This week’s selection is the Tourbillon Mechanica by Dan / @Mechanistic.
This is an incredible 3D printed mechanical project that you can print and assemble yourself, if you’re up for a very complex challenge.
The mechanism is a classic modification for the “escapement”, a mechanism used in clocks and watches to produce periodic movements. The modification, the “Tourbillon”, allows for use in different orientation.
The problem with classic escapements is that they are affected by gravity. Imagine, for example attempting to run a grandfather clock sideways. Clocks aren’t quite so gravity-sensitive, as they have more complex movements. However, gravity does affect them.
The Tourbillon modification puts the mechanism inside a rotating cage. This then presents a different gravity orientation constantly, allowing the movement to “average out” its pulses more evenly over time.

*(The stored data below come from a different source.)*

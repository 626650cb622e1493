//! Which columns of a result table become bar charts, and the quality-control chart rows:
//! from tables to chart data.

use super::data::{Bar, QcRow};
use super::svg;
use crate::output::table::{Cell, Format, Table};

/// Columns of result tables that are worth a bar chart, matched by name: error and coverage
/// measures.
fn is_metric(name: &str) -> bool {
    let n = name.to_ascii_lowercase();
    ["ape", "coverage", "bias", "rmse", "error"]
        .iter()
        .any(|k| n.split('_').any(|part| part.starts_with(k)))
}

/// Columns that name a category of a result table row (count length, class group ...).
fn is_category(table: &Table, ci: usize) -> bool {
    const NAMES: [&str; 10] = [
        "hours",
        "count_hours",
        "class_group",
        "estimator",
        "group",
        "method",
        "basis",
        "functional_class",
        "area",
        "model",
    ];
    let col = &table.columns[ci];
    !is_metric(&col.name) && (col.format == Format::Text || NAMES.contains(&col.name.as_str()))
}

/// A bar chart request: title, bars, unit and an optional reference line.
pub(super) struct MetricChart {
    pub(super) title: String,
    pub(super) bars: Vec<Bar>,
    pub(super) unit: String,
    pub(super) reference: Option<(f64, &'static str)>,
}

/// One bar chart per error or coverage column of a result table; none when the table has no
/// such column (the table is still shown).
pub(super) fn metric_charts(table: &Table) -> Vec<MetricChart> {
    let cats: Vec<usize> = (0..table.columns.len())
        .filter(|&ci| is_category(table, ci))
        .collect();
    let label = |row: &[Cell]| -> String {
        let parts: Vec<String> = cats
            .iter()
            .filter_map(|&ci| {
                let col = &table.columns[ci];
                let text = match &row[ci] {
                    Cell::Empty => return None,
                    Cell::Text(s) => s.clone(),
                    Cell::Int(v) => v.to_string(),
                    Cell::Num(v) => format!("{v}"),
                };
                Some(if col.unit.is_empty() {
                    text
                } else {
                    format!("{text} {}", col.unit)
                })
            })
            .collect();
        parts.join(" · ")
    };
    let mut charts = Vec::new();
    for (ci, col) in table.columns.iter().enumerate() {
        if col.format == Format::Text || !is_metric(&col.name) {
            continue;
        }
        let share = col.format == Format::Share;
        let bars: Vec<Bar> = table
            .rows
            .iter()
            .enumerate()
            .filter_map(|(ri, row)| {
                let v = match row[ci] {
                    Cell::Int(v) => v as f64,
                    Cell::Num(v) if v.is_finite() => v,
                    _ => return None,
                };
                let mut l = label(row);
                if l.is_empty() {
                    l = format!("row {}", ri + 1);
                }
                Some(Bar {
                    label: l,
                    value: if share { 100.0 * v } else { v },
                })
            })
            .collect();
        if bars.is_empty() {
            continue;
        }
        let unit = if share || col.name.ends_with("_pct") {
            "%".to_string()
        } else {
            col.unit.to_string()
        };
        let reference = if col.name.to_ascii_lowercase().contains("coverage") {
            let max = bars.iter().map(|b| b.value).fold(0.0, f64::max);
            if unit == "%" || max > 1.5 {
                Some((95.0, "nominal 95 %"))
            } else {
                Some((0.95, "nominal 0.95"))
            }
        } else {
            None
        };
        charts.push(MetricChart {
            title: {
                let t = format!(
                    "{} by {}",
                    plain_name(&col.name, if share { "%" } else { col.unit }),
                    category_names(table, &cats)
                );
                let mut c = t.chars();
                c.next()
                    .map_or(t.clone(), |f| f.to_uppercase().chain(c).collect())
            },
            bars,
            unit,
            reference,
        });
    }
    charts
}

fn category_names(table: &Table, cats: &[usize]) -> String {
    if cats.is_empty() {
        "row".to_string()
    } else {
        cats.iter()
            .map(|&ci| {
                let c = &table.columns[ci];
                plain_name(&c.name, "")
                    .split(" (")
                    .next()
                    .unwrap_or_default()
                    .to_string()
            })
            .collect::<Vec<_>>()
            .join(" and ")
    }
}

/// The QC chart: a title and one stacked bar per table row, or, when the table has more rows
/// than a chart can show and a `rule` column, one bar per rule summed over stations (summing
/// over rules instead would count a station's accepted days once per rule).
pub(super) fn qc_chart(table: &Table) -> Option<(String, Vec<QcRow>)> {
    let rows = qc_rows(table)?;
    let title =
        "Direction-days accepted without a flag, accepted with a flag, and rejected".to_string();
    match table.column("rule") {
        Some(rule) if rows.len() > svg::BARS_MAX => {
            let mut by_rule: std::collections::BTreeMap<String, [f64; 3]> = Default::default();
            for (row, (_, v)) in table.rows.iter().zip(&rows) {
                let name = match &row[rule] {
                    Cell::Text(s) => s.clone(),
                    Cell::Empty => String::new(),
                    other => crate::output::table::cell_text(other, Format::Text),
                };
                let sum = by_rule.entry(name).or_insert([0.0; 3]);
                for k in 0..3 {
                    if v[k].is_finite() {
                        sum[k] += v[k];
                    }
                }
            }
            Some((
                format!("{title} per rule, all stations"),
                by_rule.into_iter().collect(),
            ))
        }
        _ => Some((title, rows)),
    }
}

/// The three stacked parts of one QC bar, `[accepted without a flag, flagged, rejected]`, from
/// a summary row's `accepted` (flagged days included: a flag keeps the day), `flagged` and
/// `rejected`. The parts sum to `accepted + rejected`, the station's direction-days; stacking
/// `accepted` and `flagged` as they stand would count every flagged day twice.
pub(super) fn qc_parts(accepted: f64, flagged: f64, rejected: f64) -> [f64; 3] {
    [(accepted - flagged).max(0.0), flagged, rejected]
}

/// Rows of a QC summary as (label, [accepted without a flag, flagged, rejected]) when the
/// table has the columns `accepted` (flags included), `flagged` and `rejected`; `None`
/// otherwise.
pub(super) fn qc_rows(table: &Table) -> Option<Vec<QcRow>> {
    let find = |word: &str| {
        table
            .columns
            .iter()
            .position(|c| c.format != Format::Text && c.name.to_ascii_lowercase() == word)
    };
    let idx = [find("accepted")?, find("flagged")?, find("rejected")?];
    let labels: Vec<usize> = (0..table.columns.len())
        .filter(|&ci| table.columns[ci].format == Format::Text)
        .collect();
    let num = |c: &Cell| match c {
        Cell::Int(v) => *v as f64,
        Cell::Num(v) => *v,
        _ => f64::NAN,
    };
    Some(
        table
            .rows
            .iter()
            .map(|row| {
                let label = labels
                    .iter()
                    .filter_map(|&ci| match &row[ci] {
                        Cell::Text(s) if !s.is_empty() => Some(s.as_str()),
                        _ => None,
                    })
                    .collect::<Vec<_>>()
                    .join(" · ");
                let [a, f, r] = idx.map(|ci| num(&row[ci]));
                (label, qc_parts(a, f, r))
            })
            .collect(),
    )
}

/// A column name in plain words with its unit, for chart titles: `median_ape_pct` ->
/// "median absolute percentage error (%)". Names not in the list lose their underscores.
pub(super) fn plain_name(name: &str, unit: &str) -> String {
    const WORDS: &[(&str, &str, &str)] = &[
        ("median_ape_pct", "median absolute percentage error", "%"),
        (
            "p90_ape_pct",
            "90th-percentile absolute percentage error",
            "%",
        ),
        ("mean_ape_pct", "mean absolute percentage error", "%"),
        ("ape_pct", "absolute percentage error", "%"),
        (
            "coverage95",
            "share of true values inside the 95 % interval",
            "%",
        ),
        ("coverage", "share of true values inside the interval", "%"),
        ("bias_pct", "mean signed error", "%"),
        ("rmse_log", "root-mean-square error of ln AADT", ""),
        (
            "k_median_ape_pct",
            "median absolute percentage error of K from the count's own peak hours",
            "%",
        ),
        (
            "k_group_median_ape_pct",
            "median absolute percentage error of K from the group's mean K30",
            "%",
        ),
        ("hours", "count length", "h"),
        ("estimator", "estimator", ""),
        ("count_hours", "count length", "h"),
        ("class_group", "class group", ""),
        ("functional_class", "functional class", ""),
    ];
    if let Some((_, words, u)) = WORDS.iter().find(|(n, _, _)| *n == name) {
        return if u.is_empty() {
            (*words).to_string()
        } else {
            format!("{words} ({u})")
        };
    }
    let words = name.trim_end_matches("_pct").replace('_', " ");
    let u = if name.ends_with("_pct") { "%" } else { unit };
    if u.is_empty() {
        words
    } else {
        format!("{words} ({u})")
    }
}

Today such mechanisms are found only in exorbitantly expensive wristwatches. They are the utterly complicated “engines” inside today’s best mechanical watches.

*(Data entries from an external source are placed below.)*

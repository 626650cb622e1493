//! The QC calendar: one row per permanent counter, one column per day of the study year,
//! each day coloured by how quality control treated it. Runs of equal days are drawn as one
//! rectangle, so a year of mostly accepted days costs a few elements per counter.

use maud::{html, Markup};

use super::data::{CalendarRow, DayStatus};
use super::svg::{c, swatch};

/// Colours and legend words per status, in [`DayStatus`] order.
const STATUS: [(DayStatus, &str, &str); 4] = [
    (DayStatus::Missing, "#e8e8e8", "no record"),
    (DayStatus::Accepted, "#74c476", "accepted"),
    (DayStatus::Flagged, "#fd8d3c", "accepted with a flag"),
    (DayStatus::Rejected, "#cb181d", "rejected"),
];

/// Month starts of a year as day-of-year indices (0-based) and short names.
fn month_starts(leap: bool) -> [(usize, &'static str); 12] {
    let len = [
        31,
        if leap { 29 } else { 28 },
        31,
        30,
        31,
        30,
        31,
        31,
        30,
        31,
        30,
        31,
    ];
    let names = [
        "Jan", "Feb", "Mar", "Apr", "May", "Jun", "Jul", "Aug", "Sep", "Oct", "Nov", "Dec",
    ];
    let mut out = [(0, ""); 12];
    let mut d = 0;
    for m in 0..12 {
        out[m] = (d, names[m]);
        d += len[m];
    }
    out
}

/// Day `d` (0-based) of `year` as `12 Mar`.
fn day_name(year: i32, d: usize) -> String {
    chrono::NaiveDate::from_yo_opt(year, d as u32 + 1).map_or_else(
        || format!("day {}", d + 1),
        |t| t.format("%-d %b").to_string(),
    )
}

/// Runs of equal status: (first day, length, status).
fn runs(days: &[DayStatus]) -> Vec<(usize, usize, DayStatus)> {
    let mut out: Vec<(usize, usize, DayStatus)> = Vec::new();
    for (i, &s) in days.iter().enumerate() {
        match out.last_mut() {
            Some(r) if r.2 == s => r.1 += 1,
            _ => out.push((i, 1, s)),
        }
    }
    out
}

fn colour(s: DayStatus) -> &'static str {
    STATUS.iter().find(|x| x.0 == s).map_or("#fff", |x| x.1)
}

fn word(s: DayStatus) -> &'static str {
    STATUS.iter().find(|x| x.0 == s).map_or("", |x| x.2)
}

/// The calendar of `rows` for `year`, with its legend.
pub fn qc_calendar(rows: &[CalendarRow], year: i32) -> Markup {
    if rows.is_empty() {
        return html! { p.note { "No permanent counter has records in the study year." } };
    }
    let ndays = rows.iter().map(|r| r.days.len()).max().unwrap_or(365);
    let (left, top, day_w, row_h) = (70.0, 16.0, 2.0, 9.0);
    let w = left + day_w * ndays as f64 + 6.0;
    let h = top + row_h * rows.len() as f64 + 4.0;
    let x = |d: usize| left + day_w * d as f64;
    let title = format!(
        "Quality control per permanent counter and day of {year}: accepted, flagged, rejected or no record"
    );
    html! {
        figure.calendar {
            figcaption.title { (title) }
            p.key {
                @for (_, col, name) in STATUS {
                    span.key { (swatch(col, 8.0, 1.0, false)) (name) }
                }
                " A day is shown by its worse direction (a day rejected in one direction is red)."
            }
            svg.chart.calendar viewBox=(format!("0 0 {} {}", c(w), c(h))) role="img" aria-label=(title) {
                @for (d, name) in month_starts(ndays > 365) {
                    line.axis x1=(c(x(d))) y1=(c(top - 4.0)) x2=(c(x(d))) y2=(c(h - 4.0)) stroke-opacity="0.35" {}
                    text.tick x=(c(x(d) + 2.0)) y=(c(top - 6.0)) { (name) }
                }
                @for (i, r) in rows.iter().enumerate() {
                    @let yt = top + row_h * i as f64;
                    text.tick x=(c(left - 4.0)) y=(c(yt + 7.0)) text-anchor="end" { (r.station) }
                    @for (d0, n, s) in runs(&r.days) {
                        // Tooltips on the exceptions only: a title per accepted run would
                        // double the calendar's size and tell nothing the colour does not.
                        rect x=(c(x(d0))) y=(c(yt + 0.5)) width=(c(day_w * n as f64)) height=(c(row_h - 1.0)) fill=(colour(s)) {
                            @if s != DayStatus::Accepted {
                                title { (r.station) " " (day_name(year, d0)) @if n > 1 { " to " (day_name(year, d0 + n - 1)) } ": " (word(s)) }
                            }
                        }
                    }
                }
            }
        }
    }
}

#[cfg(test)]
mod tests {
    use super::*;

    #[test]
    fn equal_days_make_one_run() {
        use DayStatus::*;
        let r = runs(&[Accepted, Accepted, Rejected, Accepted, Missing, Missing]);
        assert_eq!(
            r,
            vec![
                (0, 2, Accepted),
                (2, 1, Rejected),
                (3, 1, Accepted),
                (4, 2, Missing)
            ]
        );
        // ISO calendar: March 1 is day 59 (0-based) in a common year, 60 in a leap year.
        assert_eq!(month_starts(false)[2].0, 59);
        assert_eq!(month_starts(true)[2].0, 60);
        let html = qc_calendar(
            &[CalendarRow {
                station: "CC1".into(),
                days: vec![Accepted; 365],
            }],
            2025,
        )
        .into_string();
        assert_eq!(html.matches("<rect").count(), 1);
        assert_eq!(day_name(2025, 59), "1 Mar");
        let html = qc_calendar(
            &[CalendarRow {
                station: "CC1".into(),
                days: vec![Accepted, Rejected, Rejected],
            }],
            2025,
        )
        .into_string();
        assert!(html.contains("CC1 2 Jan to 3 Jan: rejected"), "{html}");
    }
}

Dan designed and published this 3D model, which is quite impressive because although he is a mechanical engineer, he had never tackled clock design previously. Dan explains some of the design challenges:
“As someone who had absolutely no experience in designing a clock movement, striking a balance between design for form and function is very challenging. Maintaining symmetry is more challenging as it seems due to the big difference in hour and minute gear ratios yet having too many gears in the system would increase the total friction for the mainspring to overcome. Time setting mechanism is also difficult to be implemented without disturbing the design symmetry and introducing too many assembly challenges considering that this is my very first attempt.”

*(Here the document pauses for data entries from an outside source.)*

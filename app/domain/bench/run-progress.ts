/**
 * Where a run stands at the bench, from the readings saved so far.
 *
 * The stop rule itself is `decideRunState` in ../outcomes.ts (one module for the bench
 * and the analysis); this file only chooses which readings it is applied to. The server
 * stores only the reading the rule asks for next (admitForceReading), so stored readings
 * are in order; the rule is still applied to the longest run of checks that is in order,
 * so that readings stored before that gate existed past an incomplete check show as "ahead".
 */
import { checkSchedule, decideRunState, resolveCorrections, type ForceProtocol, type ForceReading, type RunState } from "../outcomes.ts";

export type BenchDecision = {
  state: RunState;
  /** Readings saved past the first incomplete check, not yet counted. */
  ahead: number;
};

/**
 * The stop rule applied to the in-order part of a run's readings (one attempt).
 * @param protocol the stop-rule settings
 * @param readings every reading of the attempt, corrections included, in entry order
 * @throws Error as decideRunState (an invalid protocol, a duplicate, a cut off the schedule, readings after the end)
 */
export function benchForceDecision(protocol: ForceProtocol, readings: readonly ForceReading[]): BenchDecision {
  const schedule = checkSchedule(protocol);
  const current = resolveCorrections(readings);
  const maxCut = Math.max(-1, ...current.map((r) => r.cut));
  // Corrections keep their original's cut, so filtering by cut keeps supersede chains whole.
  const upTo = (cut: number, withConfirmationAt: boolean) =>
    readings.filter((r) => r.cut < cut || (r.cut === cut && (r.kind === "check" || withConfirmationAt)));
  for (const cut of schedule) {
    if (cut > maxCut) break;
    const checksOnly = decideRunState(protocol, upTo(cut, false));
    if (checksOnly.status === "awaiting-check" && checksOnly.nextCut === cut) {
      return { state: checksOnly, ahead: current.filter((r) => r.cut > cut || (r.cut === cut && r.kind === "confirmation")).length };
    }
    // Without a confirmation at this cut both prefixes are the same readings: one decision serves.
    const confirmationHere = readings.some((r) => r.cut === cut && r.kind !== "check");
    const withConfirmation = confirmationHere ? decideRunState(protocol, upTo(cut, true)) : checksOnly;
    if (!withConfirmation.continue || withConfirmation.nextCut === cut) {
      const end = withConfirmation.endCut ?? cut;
      const later = current.filter((r) => r.cut > end).length;
      if (!withConfirmation.continue && later > 0) {
        // decideRunState refuses readings after the end: say so in its own words.
        decideRunState(protocol, readings);
      }
      return { state: withConfirmation, ahead: later };
    }
  }
  return { state: decideRunState(protocol, readings), ahead: 0 };
}

/** Where a card-depth run stands: the strokes still missing, and whether all are in. */
export type CardProgress = {
  ended: boolean;
  /** The lowest stroke without a depth, or null when all are in. */
  nextStroke: number | null;
  recorded: number;
  strokeCount: number;
  /** Depth per stroke (after corrections), index 0 = stroke 1; null where missing. */
  depths: (number | null)[];
};

/**
 * A card-depth run ends when every stroke from 1 to the protocol's stroke count has its depth.
 * @throws Error on a stroke outside 1..strokeCount or two current depths for one stroke
 */
export function cardProgress(strokeCount: number, readings: readonly (ForceReading & { cut: number })[]): CardProgress {
  if (!Number.isInteger(strokeCount) || strokeCount < 1) throw new Error(`cardProgress: the stroke count must be a whole number >= 1, got ${strokeCount}`);
  const depths: (number | null)[] = new Array(strokeCount).fill(null);
  for (const r of resolveCorrections(readings)) {
    if (!Number.isInteger(r.cut) || r.cut < 1 || r.cut > strokeCount) throw new Error(`stroke ${r.cut} is outside 1..${strokeCount}`);
    if (depths[r.cut - 1] !== null) throw new Error(`stroke ${r.cut} already has a depth; a correction must supersede it`);
    depths[r.cut - 1] = r.value;
  }
  const missing = depths.findIndex((d) => d === null);
  const recorded = depths.filter((d) => d !== null).length;
  return { ended: missing < 0, nextStroke: missing < 0 ? null : missing + 1, recorded, strokeCount, depths };
}

/** "1st", "2nd", "3rd", "4th", "11th", "22nd". */
export function ordinal(n: number): string {
  const mod100 = n % 100;
  if (mod100 >= 11 && mod100 <= 13) return `${n}th`;
  return `${n}${{ 1: "st", 2: "nd", 3: "rd" }[n % 10] ?? "th"}`;
}

/** The position name card-depth readings are stored under (one depth per stroke). */
export const CARD_POSITION = "depth";

/** The parts of a protocol the bench needs to run it. */
export type BenchProtocol =
  | { kind: "edge_force"; force: ForceProtocol; testerMaxGf: number }
  | { kind: "card_depth"; strokeCount: number; initialStrokes: number; initialPassMm: number; totalPassMm: number };

/** A reading as the bench keeps it. */
export type BenchReading = ForceReading & { id: string; supersedes?: string | null };

/** What the run waits for, or how it ended, in a form the screen can draw. */
export type RunDecision = {
  kind: "edge_force" | "card_depth";
  status: "awaiting-check" | "needs-confirmation" | "ended-at-threshold" | "censored" | "failed-sharpening" | "awaiting-stroke" | "card-complete";
  ended: boolean;
  nextCut: number | null;
  missingPositions: string[];
  endCut: number | null;
  /** Complete checks (edge force) or cumulative card cut per stroke (card), for the curve. */
  points: { cut: number; value: number; confirmation: number | null; atOrAbove: boolean }[];
  ahead: number;
  /** The decision in words, for the screen. */
  message: string;
};

const list = (xs: readonly string[]) => (xs.length <= 1 ? xs.join("") : `${xs.slice(0, -1).join(", ")} and ${xs[xs.length - 1]}`);
const gf = (v: number) => `${Math.round(v * 10) / 10} gf`;

/**
 * The run's decision from its readings of the current attempt, with the words the
 * bench shows. The stop rule is decideRunState's (through benchForceDecision).
 * @throws Error as benchForceDecision / cardProgress
 */
export function decideBenchRun(protocol: BenchProtocol, readings: readonly BenchReading[]): RunDecision {
  if (protocol.kind === "card_depth") {
    const p = cardProgress(protocol.strokeCount, readings);
    let sum = 0;
    const points = p.depths.flatMap((d, i) => {
      if (d === null) return [];
      sum += d;
      return [{ cut: i + 1, value: sum, confirmation: null, atOrAbove: false }];
    });
    return {
      kind: "card_depth",
      status: p.ended ? "card-complete" : "awaiting-stroke",
      ended: p.ended,
      nextCut: p.nextStroke,
      missingPositions: p.ended ? [] : [CARD_POSITION],
      endCut: p.ended ? protocol.strokeCount : null,
      points,
      ahead: 0,
      message: p.ended
        ? `All ${protocol.strokeCount} strokes are recorded: the run has ended.`
        : `Record the depth of card cut by stroke ${p.nextStroke} of ${protocol.strokeCount}.`,
    };
  }
  const f = protocol.force;
  const { state, ahead } = benchForceDecision(f, readings);
  const points = state.checks.map((c) => ({ cut: c.cut, value: c.aggregate, confirmation: c.confirmation, atOrAbove: c.atOrAboveThreshold }));
  const last = state.checks[state.checks.length - 1];
  let message: string;
  switch (state.status) {
    case "awaiting-check":
      message =
        state.nextCut === 0
          ? `Baseline: before the first cut, read ${list(state.missingPositions)}.`
          : `Make cuts up to cut ${state.nextCut}, then read ${list(state.missingPositions)}.`;
      break;
    case "needs-confirmation":
      message = `The check at cut ${state.nextCut} is ${gf(last.aggregate)}, at or above the threshold of ${gf(f.threshold)}: take one confirmation reading at a fresh spot of the edge, without cutting further.`;
      break;
    case "ended-at-threshold":
      message = f.confirm
        ? `Ended at threshold at cut ${state.endCut}: the check and the confirmation at a fresh spot are both at or above ${gf(f.threshold)}.`
        : `Ended at threshold at cut ${state.endCut}: the check is at or above ${gf(f.threshold)}.`;
      break;
    case "censored":
      message = `Censored at the cap: ${f.cap} cuts without crossing ${gf(f.threshold)}. The run has ended.`;
      break;
    case "failed-sharpening":
      message = `Failed sharpening: the baseline is ${gf(last.aggregate)}, at or above ${gf(f.threshold)}. Re-sharpen the blade; the run starts again as a new attempt.`;
      break;
  }
  return {
    kind: "edge_force",
    status: state.status,
    ended: !state.continue,
    nextCut: state.nextCut,
    missingPositions: state.missingPositions,
    endCut: state.endCut,
    points,
    ahead,
    message,
  };
}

The design includes over 100 3D printed parts necessary to make it function. Some parts are large and many are quite small. Once assembled, the 3D printed spring will drive the mechanism for about 10 minutes. If you opt for a steel spring, it can run longer, up to 20 minutes.
According to Dan, the total print time for all the parts should be approximately 110 hours, or about a week if you’re dedicated and don’t lose too many to failure. The total amount of material suggested is only 350g, which tells you something about the complex geometry of the many gears and structures in this parts set.
There are a number of non-3D printed parts required as well, mostly being assembly pins that Dan shows how to make on your own.
Dan has published a detailed video on the assembly process:
This is a great video to watch, even if you don’t intend on building the Tourbillon Mechanica, because Dan shows a variety of techniques for cleaning up parts before using them in any mechanical assembly.
There is also a massive 36-page e-book explaining in fine detail all required steps to produce the parts and assemble a working Tourbillon Mechanica. The 3D printing instructions are very clear, and require the use of differently-sized nozzles (0.3, 0.4 and 0.5mm). This may seem overkill, but in fact for a complex mechanism such as this you want the parts to be near-perfect: part errors are magnified each time they interact with another part.
There’s one notable challenge: the largest part is the base, which requires a significant plate size (220 x 220 mm) on your 3D printer. It’s quite possible some readers may not have a 3D printer large enough for that part. However, Dan explains that it is possible to 3D print the base on the popular Prusa i3 print plate (normally 250 x 210 mm) by tweaking the printer configuration settings.
If you’re up for this project, you can download the entire package from MyMiniFatory — but it is a paid download (US$25), which is not surprising given the complexity of this model.